Experts said the 7-year-old's account should have raised a red flag; until children reach puberty and start to have sexual urges, they are generally incapable of imagining rape scenarios. The detective, they added, seemed to judge the child's body language as he would an adult's.

The police chief in Fallon, Kevin Gehman, said the girl's account was fully investigated but acknowledged "some weaknesses in the investigative process." He would not elaborate.

CNN's questions about the case prompted a review of all sexual assault investigations by the police and the city attorney. As a result, the attorney instructed police to stop destroying rape kits.
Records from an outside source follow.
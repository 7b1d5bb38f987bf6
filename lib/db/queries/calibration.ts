import 'server-only';
import type { Knex } from 'knex';
import { bidsName, distinctRunNames } from '@/lib/bids';
import { scoreAgainstReference, type CalibrationScore } from '@/lib/agreement/reference-score';
import { type CalibrationThreshold, type GateVerdict } from '@/lib/agreement/threshold-gate';
import type { KindSensitivity } from '@/lib/agreement/kind-sensitivity';
import { db, parseJson, toJson } from '@/lib/db/knex';
import { AppError, notFound } from '@/lib/errors';
import { recordAudit } from './audit';
import { isRunReleased } from './desk';
import { calibrationGate, calibrationSettings, calibrationThreshold, scoreRater, studyLabels } from './calibration-gate';
import { calibrationRounds, type CalibrationRoundEntry } from './calibration-rounds';

export { calibrationGate, calibrationThreshold, scoreRater };
import { findStudyAccess } from './study-access';
import { leadsStudy } from '@/lib/auth/permissions';
import type { UserRow } from './users';

type Caller = Pick<UserRow, 'id' | 'role'>;

export type CalibrationAssignment = { raterId: number; raterName: string; labelled: number; submittedAt: Date | null };
export type CalibrationRun = {
  runId: number;
  runName: string;
  status: string;
  /** Components of the current decomposition. */
  total: number;
  /** Components with a reference label. */
  referenced: number;
  /** Components whose decision still waits (adopting references is refused while > 0). */
  pending: number;
  assignments: CalibrationAssignment[];
};
export type CalibrationCertification = {
  passed: boolean;
  certifiedBy: number | null;
  certifiedAt: Date | null;
  scores: CalibrationScore | null;
};
export type CalibrationRater = {
  id: number;
  name: string;
  active: boolean;
  /** Calibration runs the rater has submitted (scored ones). */
  submittedRuns: number;
  /** The score now, from their submitted calibration runs. */
  score: CalibrationScore;
  /** Noise sensitivity per reference noise kind (which kinds the rater misses). */
  byKind: KindSensitivity[];
  /** May the rater get live runs under the study's calibration threshold, and why not. */
  gate: GateVerdict;
  /** One score per submitted calibration run, oldest first (drift over time). */
  history: CalibrationHistoryEntry[];
  /** One pooled score per calibration round (re-calibration), oldest first. */
  rounds: CalibrationRoundEntry[];
  certification: CalibrationCertification | null;
};
export type CalibrationOverview = {
  studyName: string;
  categories: string[];
  noiseKinds: string[];
  runs: CalibrationRun[];
  /** Ready runs of the study that could be marked as calibration runs. */
  candidates: Array<{ runId: number; runName: string }>;
  raters: CalibrationRater[];
  threshold: CalibrationThreshold;
  /** Certified raters get the set again every N weeks (null: no re-calibration). */
  recalibrationWeeks: number | null;
};

const notLead = () => new AppError('forbidden', 'Only a lead of this study (or the facility admin) manages its calibration set.');
const nameOf = (r: { sub: string; ses: string | null; task: string | null; acq: string | null; runLabel: string | null }) =>
  bidsName({ sub: r.sub, ses: r.ses, task: r.task, acq: r.acq, runLabel: r.runLabel });

/** The study when the caller leads it (or is an admin): 404 when they may not see it, 403 when they may not change it. */
async function requireLead({ user, studyId }: { user: Caller; studyId: number }) {
  const access = await findStudyAccess({ user, studyId });
  if (!access) throw notFound('The study');
  if (!leadsStudy(access)) throw notLead();
  return access;
}

/** A run of this study (study id in the WHERE clause), locked for the change; 404 otherwise. */
async function lockStudyRun(trx: Knex.Transaction, { studyId, runId }: { studyId: number; runId: number }) {
  const row = await trx('runs')
    .where({ id: runId, study_id: studyId })
    .forUpdate()
    .first('id', 'status', 'is_calibration as isCalibration', 'sub', 'ses', 'task', 'acq', 'run_label as runLabel');
  if (!row) throw notFound('The run');
  return { id: Number(row.id), status: String(row.status), isCalibration: Boolean(row.isCalibration), name: nameOf(row) };
}

async function lockCalibrationRun(trx: Knex.Transaction, where: { studyId: number; runId: number }) {
  const run = await lockStudyRun(trx, where);
  if (!run.isCalibration) throw new AppError('conflict', `${run.name} is not a calibration run. Mark it as one first.`);
  return run;
}

/** Components of the run's current decomposition with their decision and reference label. */
async function runComponents(trx: Knex | Knex.Transaction, runId: number) {
  return (await trx('components as c')
    .join('decompositions as d', 'd.id', 'c.decomposition_id')
    .leftJoin('decisions as x', 'x.component_id', 'c.id')
    .leftJoin('reference_labels as rl', 'rl.component_id', 'c.id')
    .where({ 'd.run_id': runId, 'd.is_current': true })
    .orderBy('c.idx')
    .select(
      'c.id',
      'c.idx',
      'x.label as decisionLabel',
      'x.noise_kind as decisionKind',
      'x.method',
      'rl.label as referenceLabel',
    )) as Array<{
    id: number;
    idx: number;
    decisionLabel: string | null;
    decisionKind: string | null;
    method: string | null;
    referenceLabel: string | null;
  }>;
}
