/**
 * The one result shape of every agreement statistic. `value` is a finite number, or null when the
 * statistic is undefined for the data (then `reason` says why, in words a study lead can read).
 * `n` is the number of items (components) the value was computed from. No statistic ever hands
 * NaN or ±Infinity to a caller.
 */
export type StatResult = {
  value: number | null;
  reason?: string;
  n: number;
};

/** A defined result; a non-finite value is turned into an undefined one (defence in depth). */
export function defined(value: number, n: number): StatResult {
  if (!Number.isFinite(value)) return { value: null, reason: 'the computation was not finite', n };
  return { value, n };
}

/** An undefined result with its reason. */
export function undefinedStat(reason: string, n: number): StatResult {
  return { value: null, reason, n };
}

export const REASON_FEW_ITEMS = 'fewer than 2 items with at least 2 votes';
export const REASON_ONE_CATEGORY = 'only one category was used, so chance agreement is 1 and the chance-corrected coefficient is undefined';
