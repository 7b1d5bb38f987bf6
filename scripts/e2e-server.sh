#!/usr/bin/env bash
# Serves a production build for the browser tests on its own database (quorum_e2e), freshly
# migrated and seeded with the demo accounts. Usage: bash scripts/e2e-server.sh [PORT]
set -euo pipefail
cd "$(dirname "$0")/.."
PORT="${1:-3100}"
export QUORUM_DB_NAME="${QUORUM_DB_NAME:-quorum_e2e}"
export NEXTAUTH_URL="http://localhost:$PORT"
export NEXTAUTH_SECRET="${NEXTAUTH_SECRET:-$(node -e "process.stdout.write(require('node:crypto').randomBytes(32).toString('hex'))")}"
export QUORUM_UPLOADS_DIR="${QUORUM_UPLOADS_DIR:-$PWD/.data/e2e-uploads}"
# the browser tests play a deployment behind the facility's own proxy (per-address throttles are
# exercised through X-Forwarded-For) and batch notification e-mails over 2 s instead of a minute
export QUORUM_TRUST_PROXY="${QUORUM_TRUST_PROXY:-1}" QUORUM_NOTIFY_BATCH_MS="${QUORUM_NOTIFY_BATCH_MS:-2000}"

bash scripts/db.sh start >/dev/null
node --import tsx scripts/reset-database.ts "$QUORUM_DB_NAME"
node --import tsx node_modules/knex/bin/cli.js --knexfile knexfile.ts migrate:latest >/dev/null
node --import tsx scripts/seed-demo.ts >/dev/null
rm -rf "$QUORUM_UPLOADS_DIR" && mkdir -p "$QUORUM_UPLOADS_DIR"
[ -f "${QUORUM_NEXT_DIST:-.next}/BUILD_ID" ] || npx next build
# local fake mail server (scripts/mail-server.ts): the tests read its store with lib/mail/mailbox.ts;
# it stops when the server started by the exec below ends
export QUORUM_MAIL_PORT="${QUORUM_MAIL_PORT:-2526}" SMTP_HOST=127.0.0.1 SMTP_PORT="${QUORUM_MAIL_PORT:-2526}"
export QUORUM_MAIL_DIR="${QUORUM_MAIL_DIR:-$PWD/.data/mail/$QUORUM_DB_NAME}" QUORUM_DEV_MAILBOX=1
rm -rf "$QUORUM_MAIL_DIR"
# the mail catcher, the worker and the app run together; stopping this script stops all three
pids=()
trap 'kill "${pids[@]}" 2>/dev/null; wait' EXIT INT TERM
node --import tsx scripts/mail-server.ts --exit-with-parent &
pids+=($!)
node --conditions=react-server --import tsx scripts/worker.ts &
pids+=($!)
# the production start (scripts/serve.ts) in demo mode: the tests read the dev mailbox
QUORUM_DEMO=1 QUORUM_SKIP_MIGRATE=1 QUORUM_HOST=127.0.0.1 PORT="$PORT" node --import tsx scripts/serve.ts &
pids+=($!)
wait -n "${pids[@]}"
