import { handler } from '@/lib/api/handler';
import { fileParamsSchema } from '@/lib/desk/schemas';
import { findRunFileKey } from '@/lib/runs/find-run-file';
import { storedFileResponse } from '@/lib/storage/respond';

// GET /api/runs/:id/files/:file – stream the run's component maps, mean image or mask (assigned rater only)
export const GET = handler({ permission: 'votes.write', params: fileParamsSchema, what: 'The file' }, async ({ user, params }) => {
  const { key, decompositionId } = await findRunFileKey({ user, runId: params.id, file: params.file });
  return storedFileResponse(key, {
    name: params.file,
    etag: `d${decompositionId}-${params.file}-${key.replace(/[^a-z0-9]/gi, '').slice(-12)}`, // a new structural upload is a new key
    cache: 'private-day', // the address carries the decomposition id (?d=…): a new decomposition is a new address
    missing: `The ${params.file} of run ${params.id} is missing from storage. Ask the facility admin to check the uploads folder.`,
  });
});
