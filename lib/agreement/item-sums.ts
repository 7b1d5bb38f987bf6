import { itemCounts, selectedItems, type ItemSelection, type RatingsTable } from './table';

/**
 * Per-item terms shared by the multi-rater statistics (percent agreement, Fleiss' κ,
 * Krippendorff's α, Gwet's AC1, PABAK, specific agreement). Computing them once lets a bootstrap
 * resample be a pass of additions over item indices, with no allocation.
 *
 * Layout: n items, k categories; `counts` and `share` are item-major Float64Array n × k.
 * - votes[i] = m_i, the number of votes on item i
 * - agree[i] = Σ_c n_ic (n_ic − 1) / (m_i (m_i − 1)), the proportion of agreeing rater pairs
 *   on item i (Fleiss 1971, P_i), 0 when m_i < 2
 * - occ[i] = Σ_c n_ic (n_ic − 1) / (m_i − 1), item i's contribution to the diagonal of
 *   Krippendorff's coincidence matrix (Krippendorff 2011), 0 when m_i < 2
 * - share[i*k+c] = n_ic / m_i (Gwet 2008, multi-rater π_c), 0 when m_i < 2
 */
export type ItemTerms = {
  readonly n: number;
  readonly k: number;
  readonly votes: Int32Array;
  readonly counts: Float64Array;
  readonly agree: Float64Array;
  readonly occ: Float64Array;
  readonly share: Float64Array;
  /** The vote count Fleiss' κ uses: items with exactly this many votes (the largest m_i). */
  readonly fleissVotes: number;
};

export function itemTerms(table: RatingsTable): ItemTerms {
  const { counts, votes } = itemCounts(table);
  const n = table.nItems;
  const k = table.nCategories;
  const agree = new Float64Array(n);
  const occ = new Float64Array(n);
  const share = new Float64Array(n * k);
  let fleissVotes = 0;
  for (let i = 0; i < n; i++) {
    const m = votes[i];
    if (m > fleissVotes) fleissVotes = m;
    if (m < 2) continue;
    let same = 0;
    for (let c = 0; c < k; c++) {
      const x = counts[i * k + c];
      same += x * (x - 1);
      share[i * k + c] = x / m;
    }
    agree[i] = same / (m * (m - 1));
    occ[i] = same / (m - 1);
  }
  return { n, k, votes, counts, agree, occ, share, fleissVotes };
}

/** Running sums over a selection of items; allocate once with `newItemSums(k)` and reuse. */
export type ItemSums = {
  pairable: number;
  agreeSum: number;
  occSum: number;
  fleissItems: number;
  fleissAgreeSum: number;
  /** Σ n_ic over pairable items (Krippendorff n_c; also the specific-agreement and AC1 margins). */
  readonly valueCount: Float64Array;
  /** Σ n_ic over items with exactly `fleissVotes` votes. */
  readonly fleissCount: Float64Array;
  /** Σ n_ic / m_i over pairable items. */
  readonly shareSum: Float64Array;
  /** Σ n_ic (n_ic − 1) over pairable items. */
  readonly specificNum: Float64Array;
  /** Σ n_ic (m_i − 1) over pairable items. */
  readonly specificDen: Float64Array;
};

export function newItemSums(k: number): ItemSums {
  return {
    pairable: 0,
    agreeSum: 0,
    occSum: 0,
    fleissItems: 0,
    fleissAgreeSum: 0,
    valueCount: new Float64Array(k),
    fleissCount: new Float64Array(k),
    shareSum: new Float64Array(k),
    specificNum: new Float64Array(k),
    specificDen: new Float64Array(k),
  };
}

/**
 * Fills `out` with the sums over items idx[0..len) (repeats count again). Allocation-free.
 * With `specific` false the specific-agreement sums are left at 0 (the bootstrap does not need them).
 */
export function accumulateItemSums(t: ItemTerms, idx: Int32Array, len: number, out: ItemSums, specific = true): ItemSums {
  const { k, votes, counts, agree, occ, share, fleissVotes } = t;
  out.valueCount.fill(0);
  out.fleissCount.fill(0);
  out.shareSum.fill(0);
  out.specificNum.fill(0);
  out.specificDen.fill(0);
  let pairable = 0;
  let agreeSum = 0;
  let occSum = 0;
  let fleissItems = 0;
  let fleissAgreeSum = 0;
  for (let s = 0; s < len; s++) {
    const i = idx[s];
    const m = votes[i];
    if (m < 2) continue;
    pairable++;
    agreeSum += agree[i];
    occSum += occ[i];
    const isFleiss = m === fleissVotes;
    if (isFleiss) {
      fleissItems++;
      fleissAgreeSum += agree[i];
    }
    const base = i * k;
    for (let c = 0; c < k; c++) {
      const x = counts[base + c];
      out.valueCount[c] += x;
      out.shareSum[c] += share[base + c];
      if (isFleiss) out.fleissCount[c] += x;
    }
    if (specific) {
      for (let c = 0; c < k; c++) {
        const x = counts[base + c];
        out.specificNum[c] += x * (x - 1);
        out.specificDen[c] += x * (m - 1);
      }
    }
  }
  out.pairable = pairable;
  out.agreeSum = agreeSum;
  out.occSum = occSum;
  out.fleissItems = fleissItems;
  out.fleissAgreeSum = fleissAgreeSum;
  return out;
}

/** Terms and sums for a table and an optional item selection (the convenience path). */
export function sumsFor(table: RatingsTable, sel?: ItemSelection): { terms: ItemTerms; sums: ItemSums } {
  const terms = itemTerms(table);
  const idx = selectedItems(table, sel);
  return { terms, sums: accumulateItemSums(terms, idx, idx.length, newItemSums(terms.k)) };
}

/**
 * Groups items by their count vector (n_i1 … n_ik): every per-item term depends on it alone, and a
 * study has few distinct vectors (with 3 raters and 3 categories at most 20). `patterns` holds one
 * representative per vector and `patternOf[i]` the pattern of item i, so a bootstrap resample
 * reduces to a histogram of patterns (see accumulateWeightedItemSums).
 */
export function compressItems(t: ItemTerms): { patterns: ItemTerms; patternOf: Int32Array } {
  const { n, k } = t;
  const patternOf = new Int32Array(n);
  const index = new Map<string, number>();
  const reps: number[] = [];
  for (let i = 0; i < n; i++) {
    let key = '';
    for (let c = 0; c < k; c++) key += `${t.counts[i * k + c]},`;
    let p = index.get(key);
    if (p === undefined) {
      p = reps.length;
      index.set(key, p);
      reps.push(i);
    }
    patternOf[i] = p;
  }
  const P = reps.length;
  const pick = (src: Float64Array, stride: number) => {
    const out = new Float64Array(P * stride);
    reps.forEach((i, p) => out.set(src.subarray(i * stride, i * stride + stride), p * stride));
    return out;
  };
  const patterns: ItemTerms = {
    n: P,
    k,
    votes: Int32Array.from(reps.map((i) => t.votes[i])),
    counts: pick(t.counts, k),
    agree: pick(t.agree, 1),
    occ: pick(t.occ, 1),
    share: pick(t.share, k),
    fleissVotes: t.fleissVotes,
  };
  return { patterns, patternOf };
}

/** Like accumulateItemSums, with item i counted weight[i] times (weights ≥ 0). Allocation-free. */
export function accumulateWeightedItemSums(t: ItemTerms, weight: Float64Array, out: ItemSums, specific = true): ItemSums {
  const { n, k, votes, counts, agree, occ, share, fleissVotes } = t;
  out.valueCount.fill(0);
  out.fleissCount.fill(0);
  out.shareSum.fill(0);
  out.specificNum.fill(0);
  out.specificDen.fill(0);
  let pairable = 0,
    agreeSum = 0,
    occSum = 0,
    fleissItems = 0,
    fleissAgreeSum = 0;
  for (let i = 0; i < n; i++) {
    const w = weight[i];
    const m = votes[i];
    if (w === 0 || m < 2) continue;
    pairable += w;
    agreeSum += w * agree[i];
    occSum += w * occ[i];
    const isFleiss = m === fleissVotes;
    if (isFleiss) {
      fleissItems += w;
      fleissAgreeSum += w * agree[i];
    }
    for (let c = 0; c < k; c++) {
      const x = counts[i * k + c];
      out.valueCount[c] += w * x;
      out.shareSum[c] += w * share[i * k + c];
      if (isFleiss) out.fleissCount[c] += w * x;
      if (specific) {
        out.specificNum[c] += w * x * (x - 1);
        out.specificDen[c] += w * x * (m - 1);
      }
    }
  }
  out.pairable = pairable;
  out.agreeSum = agreeSum;
  out.occSum = occSum;
  out.fleissItems = fleissItems;
  out.fleissAgreeSum = fleissAgreeSum;
  return out;
}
Hamilton and other experts said it is rare for minors to disclose abuse soon after it occurs. Out of fear or confusion — or because predators manipulate them — young victims may delay talking about what happened for years, if not decades. That's all the more reason to maintain their rape kits.

When children report what happened immediately, "it's extraordinary," Hamilton said. "When they have a rape kit, that's a gift."

We thought we were doing things the right way

As head of the Fayetteville Police Department cold case unit, Lieutenant John Somerindyke discovered the massive rape kit destruction that prompted Chief Medlock to hold a news conference. Both men felt compelled to right the department's wrong.

Somerindyke has spent the last two years looking at old rape cases, figuring out whether sex crimes cases involving more than 300 victims could be reinvestigated — without their rape kits.

In the beginning, he could barely get through the reports. "I was angry," he said. "It got to the point where I had to stop reading...It was getting so disheartening."

Many cases looked as though they could have been solved, but the investigations were deeply flawed. The problems were the result of a lack of training, he said, but also a department culture that failed to take sex crimes as seriously as other violent felonies.

"The priority was homicides. After that, it was business robberies and aggravated assaults," he said. "The emphasis wasn't placed on rapes."

He said detectives were working rape cases "probably like we work a crackhead that got robbed in the projects at 2 in the morning."

The lieutenant was disgusted by the way police treated evidence differently.

"I don't think we were just getting rid of the guns like we were with the rape kits."

The evidence audit Somerindyke was asked to perform has helped the department identify its weaknesses in sex crimes investigations and learn from its mistakes.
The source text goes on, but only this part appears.